10.a. All goods the seller has delivered shall remain the seller’s property until the buyer has paid the purchase price for all goods. However, the buyer will be entitled to resell or process the goods in the framework of its normal business operations. The seller shall at any time be entitled to revoke this right.
10.b. Without prejudice to its other rights the seller shall be entitled to recover any goods to which the retention of title is still in force if the buyer fails to pay. The buyer must enable the seller to enforce its proprietary rights.
10.c. The seller will reserve the right – in case the agreed term of payment is exceeded – to charge 1% interest per month to the buyer, in which case any partial month shall be considered to be a full month without prejudice to the buyers obligation to make immediate payment of the principal amount. In case no term of payment has been
agreed, or the invoice does not state a term of payment, payments must take place within 14 days after delivery. By exceeding the term of payment the buyer is deemed to be in default without the need of any summons or notice of default.
10.d. All collection costs, both judicial and extra-judicial, shall be borne by the buyer.
If, between the moment the purchase/sale agreement is concluded and the actual delivery, any changes were to occur in the elements that are decisive for determining the selling price, the seller will reserve the right to charge the then established selling price to the buyer, of which fact the seller will notify the buyer in writing.
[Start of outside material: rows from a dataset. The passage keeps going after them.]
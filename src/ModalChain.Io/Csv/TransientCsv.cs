using ModalChain.Core.Analyses.Transient;
using ModalChain.Io.Json;

namespace ModalChain.Io.Csv;

/// <summary>Writes a transient result as CSV: one row per recorded time step, one column per quantity, SI units in the header.</summary>
public static class TransientCsv
{
    /// <summary>Writes the header and one row per recorded instant to <paramref name="writer"/>.</summary>
    public static void Write(TextWriter writer, TransientResult result)
    {
        ArgumentNullException.ThrowIfNull(writer);
        ArgumentNullException.ThrowIfNull(result);
        var header = new List<string> { "time [s]" };
        foreach (var r in result.Responses)
            header.Add(r.Quantity == ResponseQuantity.Reaction
                ? $"reaction {r.Name} [{r.Unit}]"
                : r.Direction is { } d
                    ? $"{r.Name} {TransientJson.QuantityName(r.Quantity).Replace('_', ' ')} {d} [{r.Unit}]"
                    : $"{r.Name} {ElectricalLabels.Quantity(result.Network, r.Name, r.Quantity).Replace('_', ' ')} [{ElectricalLabels.Unit(result.Network, r.Name, r.Quantity, r.Unit)}]");
        writer.Write(CsvText.Row(header));
        writer.Write('\n');
        var fields = new string[result.Responses.Length + 1];
        for (var k = 0; k < result.Times.Length; k++)
        {
            fields[0] = CsvText.Number(result.Times[k]);
            for (var j = 0; j < result.Responses.Length; j++) fields[j + 1] = CsvText.Number(result.Responses[j].Values[k]);
            writer.Write(string.Join(',', fields));
            writer.Write('\n');
        }
    }
}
The seller will reserve the right to immediately demand any of its outstanding amounts, to cancel any agreements it has concluded and/or to claim any indemnification in case the buyer fails to meet its obligations towards the seller, or the seller would have sound reasons to fear the buyer will not be meeting them, inter alia but not limited to the case where the buyer would; lose its unrestricted control of its capital, become deceased, be proceeding to liquidation or disposal of its business, or fail to meet any other obligation towards the seller on whatever grounds; and such without the need of any notice of default or summons.
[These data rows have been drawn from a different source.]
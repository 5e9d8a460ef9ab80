using System.Numerics;
using ModalChain.Core.Analyses.Harmonic;
using ModalChain.Core.Model;
using ModalChain.Io.Json;

namespace ModalChain.Io.Csv;

/// <summary>Writes a harmonic sweep as CSV: one row per frequency (per case and frequency for load cases), magnitude and phase columns with SI units in the header.</summary>
public static class HarmonicCsv
{
    /// <summary>Writes the header and one row per frequency to <paramref name="writer"/>.</summary>
    /// <param name="writer">The target.</param>
    /// <param name="result">The sweep.</param>
    /// <param name="network">The network swept, to name electrical columns in V and A (<see cref="ElectricalLabels"/>); null writes every column in mechanical units.</param>
    public static void Write(TextWriter writer, HarmonicResult result, Network? network = null) => Write(writer, result, null, true, network);

    /// <summary>Writes the sweeps of a model with load cases as one table: a first column names the case, then each case's rows (every case has the same columns).</summary>
    public static void Write(TextWriter writer, LoadCaseResult result, Network? network = null)
    {
        ArgumentNullException.ThrowIfNull(result);
        for (var c = 0; c < result.Cases.Length; c++) Write(writer, result.Cases[c].Result, result.Cases[c].Case.Name, c == 0, network);
    }

    private static void Write(TextWriter writer, HarmonicResult result, string? caseName, bool withHeader, Network? network)
    {
        ArgumentNullException.ThrowIfNull(writer);
        ArgumentNullException.ThrowIfNull(result);
        var lead = caseName is null ? 0 : 1;
        var header = caseName is null ? new List<string> { "frequency [Hz]" } : ["case", "frequency [Hz]"];
        var columns = new List<Func<int, Complex>>();
        foreach (var r in result.Responses)
            foreach (var q in Enum.GetValues<ResponseQuantity>())
            {
                var (name, unit) = network is null ? (HarmonicJson.Name(q), HarmonicJson.Unit(q))
                    : (ElectricalLabels.Quantity(network, r.Dof, q).Replace('_', ' '), ElectricalLabels.Unit(network, r.Dof, q, rotation: false));
                header.Add($"{r.Dof} {name} magnitude [{unit}]");
                header.Add($"{r.Dof} {name} phase [deg]");
                var response = r;
                var quantity = q;
                columns.Add(k => response.At(k, result.FrequenciesHz[k], quantity));
            }
        foreach (var e in result.ElementForces)
        {
            var spring = e.Kind == ElementKind.Spring;
            var current = network is not null && ElectricalLabels.IsElement(network, e.Element, spring);
            // An electrical element is named as the transient CSV names it: an inductor or a resistor carries a current.
            var kind = network is null ? (spring ? "spring" : "damper") : ElectricalLabels.ElementWord(network, e.Element, spring);
            header.Add(current ? $"{e.Element} {kind} current magnitude [A]" : $"{e.Element} {kind} force magnitude [N]");
            header.Add(current ? $"{e.Element} {kind} current phase [deg]" : $"{e.Element} {kind} force phase [deg]");
            var force = e;
            columns.Add(k => force.Force[k]);
        }
        foreach (var m in result.MountForces)
        {
            var kind = m.Kind == ElementKind.Spring ? "spring" : "damper";
            header.Add($"{m.Element} {kind} {m.Direction} magnitude [{m.Unit}]");
            header.Add($"{m.Element} {kind} {m.Direction} phase [deg]");
            var mount = m;
            columns.Add(k => mount.Force[k]);
        }
        foreach (var s in result.Reactions)
        {
            header.Add($"reaction {s.Support} magnitude [N]");
            header.Add($"reaction {s.Support} phase [deg]");
            var reaction = s;
            columns.Add(k => reaction.Force[k]);
        }
        foreach (var c in result.SourceCurrents)
        {
            header.Add($"source current {c.Support} magnitude [A]");
            header.Add($"source current {c.Support} phase [deg]");
            var source = c;
            columns.Add(k => source.Current[k]);
        }
        foreach (var port in result.TransducerPorts)
        {
            header.Add($"port {port.Transducer} voltage magnitude [V]");
            header.Add($"port {port.Transducer} voltage phase [deg]");
            header.Add($"port {port.Transducer} current magnitude [A]");
            header.Add($"port {port.Transducer} current phase [deg]");
            var p = port;
            columns.Add(k => p.Voltage[k]);
            columns.Add(k => p.Current[k]);
        }
        if (withHeader)
        {
            writer.Write(CsvText.Row(header));
            writer.Write('\n');
        }
        var fields = new string[header.Count];
        if (caseName is not null) fields[0] = caseName;
        for (var k = 0; k < result.FrequenciesHz.Length; k++)
        {
            fields[lead] = CsvText.Number(result.FrequenciesHz[k]);
            for (var c = 0; c < columns.Count; c++)
            {
                var z = columns[c](k);
                fields[lead + 1 + 2 * c] = CsvText.Number(z.Magnitude);
                fields[lead + 2 + 2 * c] = CsvText.Number(HarmonicJson.PhaseDegrees(z));
            }
            writer.Write(CsvText.Row(fields));
            writer.Write('\n');
        }
    }
}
In view of the nature of the service, any order – once confirmed by the Company – is not cancellable. Cancellation of the Order by the Client will only be accepted on condition that any costs, charges and expenses already incurred, including any charges that will be levied by a sub-contractor on account of their expenses, work or cancellation conditions will be reimbursed to the Company forthwith.
13.a. The seller stipulates for the purpose of, and in so far as is necessary, also on behalf of the other companies to which the seller is directly or indirectly associated by more than half of the ordinary share capital, that it will severally be a co-creditor as to any and all the seller claims or may be claiming from the buyer, in which case each of the several creditors will reserve the right to compare the relevant claim with any claim the buyer could have against this creditor.
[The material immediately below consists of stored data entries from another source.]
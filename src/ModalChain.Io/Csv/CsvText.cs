using System.Globalization;

namespace ModalChain.Io.Csv;

/// <summary>RFC 4180 field quoting and invariant number formatting shared by the CSV writers.</summary>
internal static class CsvText
{
    public static string Field(string text) =>
        text.IndexOfAny([',', '"', '\n', '\r']) >= 0 ? "\"" + text.Replace("\"", "\"\"") + "\"" : text;

    public static string Number(double value) =>
        double.IsFinite(value) ? value.ToString("R", CultureInfo.InvariantCulture) : "";

    public static string Row(IEnumerable<string> fields) => string.Join(',', fields.Select(Field));
}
Both parties shall maintain strict confidence and shall not disclose to any third party any information or material relating to the other or the other’s business, which comes into that party’s possession and shall not use such information and material without written permission by the other party. This provision shall not, however, apply to information or material, which is, or becomes, public knowledge by means other than by breach by a party to this clause.
14.a. Dutch law shall rule all agreements with the seller. The Treaty of Vienna (CISG) is expressly excluded.
14.b. All litigations will exclusively be submitted to the Judge of the Court of Amsterdam. Only the Dutch text shall be deemed authentic.
15. DISPLAY AND SAMPLES
Any display product or sample inspected by the Customer is solely for the Customer’s convenience and does not constitute a sale by sample.
16. FINAL PROVISIONS
Terms and conditions changes or additions shall be recorded in written form.
If any clause of the terms and conditions shall not be effective, this shall not affect the validity of the entire terms and conditions. The parties agree to replace the invalid provision by a clause that most closely approximates the target with their economic purpose.